Exercise
Set down exactly, from the records below, the line with "return x + rng.uniform(-0.5, 0.5, x.size), y" through the line with "stamp_shape = (2", and nothing else.

(Source data)
*** Block opens ***

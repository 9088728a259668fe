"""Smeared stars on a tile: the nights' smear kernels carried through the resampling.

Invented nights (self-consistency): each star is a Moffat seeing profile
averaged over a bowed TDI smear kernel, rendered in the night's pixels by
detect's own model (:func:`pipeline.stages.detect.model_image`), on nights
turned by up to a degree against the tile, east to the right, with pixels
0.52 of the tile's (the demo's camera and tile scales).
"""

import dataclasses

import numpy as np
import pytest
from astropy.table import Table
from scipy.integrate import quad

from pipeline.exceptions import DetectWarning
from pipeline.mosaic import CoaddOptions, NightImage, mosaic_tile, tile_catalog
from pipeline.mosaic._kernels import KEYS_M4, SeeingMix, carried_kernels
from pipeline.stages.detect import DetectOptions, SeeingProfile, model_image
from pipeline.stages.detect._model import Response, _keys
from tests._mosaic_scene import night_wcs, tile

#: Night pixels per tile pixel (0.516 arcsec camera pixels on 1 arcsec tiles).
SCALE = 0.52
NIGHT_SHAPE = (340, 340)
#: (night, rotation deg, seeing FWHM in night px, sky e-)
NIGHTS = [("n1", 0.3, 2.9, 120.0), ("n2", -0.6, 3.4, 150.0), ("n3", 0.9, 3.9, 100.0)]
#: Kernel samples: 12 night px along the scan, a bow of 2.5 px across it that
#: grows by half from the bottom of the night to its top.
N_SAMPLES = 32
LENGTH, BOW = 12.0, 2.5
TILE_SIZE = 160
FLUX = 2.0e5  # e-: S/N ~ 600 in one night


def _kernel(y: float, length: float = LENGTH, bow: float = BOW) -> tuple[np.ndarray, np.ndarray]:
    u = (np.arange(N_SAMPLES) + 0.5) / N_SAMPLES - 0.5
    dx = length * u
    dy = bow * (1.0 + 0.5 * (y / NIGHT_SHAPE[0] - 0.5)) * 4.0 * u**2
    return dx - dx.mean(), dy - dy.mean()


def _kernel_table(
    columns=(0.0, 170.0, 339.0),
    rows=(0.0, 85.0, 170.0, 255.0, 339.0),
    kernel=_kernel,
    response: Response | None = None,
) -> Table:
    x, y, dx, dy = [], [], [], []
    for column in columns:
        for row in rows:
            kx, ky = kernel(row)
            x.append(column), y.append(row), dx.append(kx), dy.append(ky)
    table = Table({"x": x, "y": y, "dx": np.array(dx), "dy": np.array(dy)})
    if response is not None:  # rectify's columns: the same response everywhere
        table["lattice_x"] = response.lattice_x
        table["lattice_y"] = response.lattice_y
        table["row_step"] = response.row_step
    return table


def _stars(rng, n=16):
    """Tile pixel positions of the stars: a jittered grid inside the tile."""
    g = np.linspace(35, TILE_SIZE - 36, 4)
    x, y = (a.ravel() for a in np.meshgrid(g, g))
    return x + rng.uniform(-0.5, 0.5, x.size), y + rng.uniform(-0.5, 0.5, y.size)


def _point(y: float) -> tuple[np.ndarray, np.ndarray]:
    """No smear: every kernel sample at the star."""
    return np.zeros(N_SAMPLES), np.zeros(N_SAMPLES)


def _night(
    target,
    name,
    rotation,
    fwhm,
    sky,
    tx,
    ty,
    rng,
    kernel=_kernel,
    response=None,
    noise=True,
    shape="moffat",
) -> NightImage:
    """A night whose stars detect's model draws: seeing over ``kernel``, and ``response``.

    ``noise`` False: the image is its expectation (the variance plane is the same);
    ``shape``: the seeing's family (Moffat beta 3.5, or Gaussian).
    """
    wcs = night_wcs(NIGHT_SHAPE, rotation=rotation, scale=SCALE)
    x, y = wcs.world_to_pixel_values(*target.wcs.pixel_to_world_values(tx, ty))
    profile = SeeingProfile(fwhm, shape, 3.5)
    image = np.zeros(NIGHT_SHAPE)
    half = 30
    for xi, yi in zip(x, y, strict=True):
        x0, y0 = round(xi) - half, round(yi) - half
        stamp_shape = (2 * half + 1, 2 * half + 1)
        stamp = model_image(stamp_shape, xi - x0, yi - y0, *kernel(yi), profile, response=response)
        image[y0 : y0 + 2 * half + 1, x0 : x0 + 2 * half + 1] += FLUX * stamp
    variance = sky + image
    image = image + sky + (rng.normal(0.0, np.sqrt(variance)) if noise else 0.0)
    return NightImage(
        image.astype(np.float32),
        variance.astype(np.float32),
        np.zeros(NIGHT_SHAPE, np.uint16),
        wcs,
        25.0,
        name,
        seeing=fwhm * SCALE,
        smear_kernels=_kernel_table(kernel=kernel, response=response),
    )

*** Block closes ***

Output of the exercise
    return x + rng.uniform(-0.5, 0.5, x.size), y + rng.uniform(-0.5, 0.5, y.size)


def _point(y: float) -> tuple[np.ndarray, np.ndarray]:
    """No smear: every kernel sample at the star."""
    return np.zeros(N_SAMPLES), np.zeros(N_SAMPLES)


def _night(
    target,
    name,
    rotation,
    fwhm,
    sky,
    tx,
    ty,
    rng,
    kernel=_kernel,
    response=None,
    noise=True,
    shape="moffat",
) -> NightImage:
    """A night whose stars detect's model draws: seeing over ``kernel``, and ``response``.

    ``noise`` False: the image is its expectation (the variance plane is the same);
    ``shape``: the seeing's family (Moffat beta 3.5, or Gaussian).
    """
    wcs = night_wcs(NIGHT_SHAPE, rotation=rotation, scale=SCALE)
    x, y = wcs.world_to_pixel_values(*target.wcs.pixel_to_world_values(tx, ty))
    profile = SeeingProfile(fwhm, shape, 3.5)
    image = np.zeros(NIGHT_SHAPE)
    half = 30
    for xi, yi in zip(x, y, strict=True):
        x0, y0 = round(xi) - half, round(yi) - half
        stamp_shape = (2 * half + 1, 2 * half + 1)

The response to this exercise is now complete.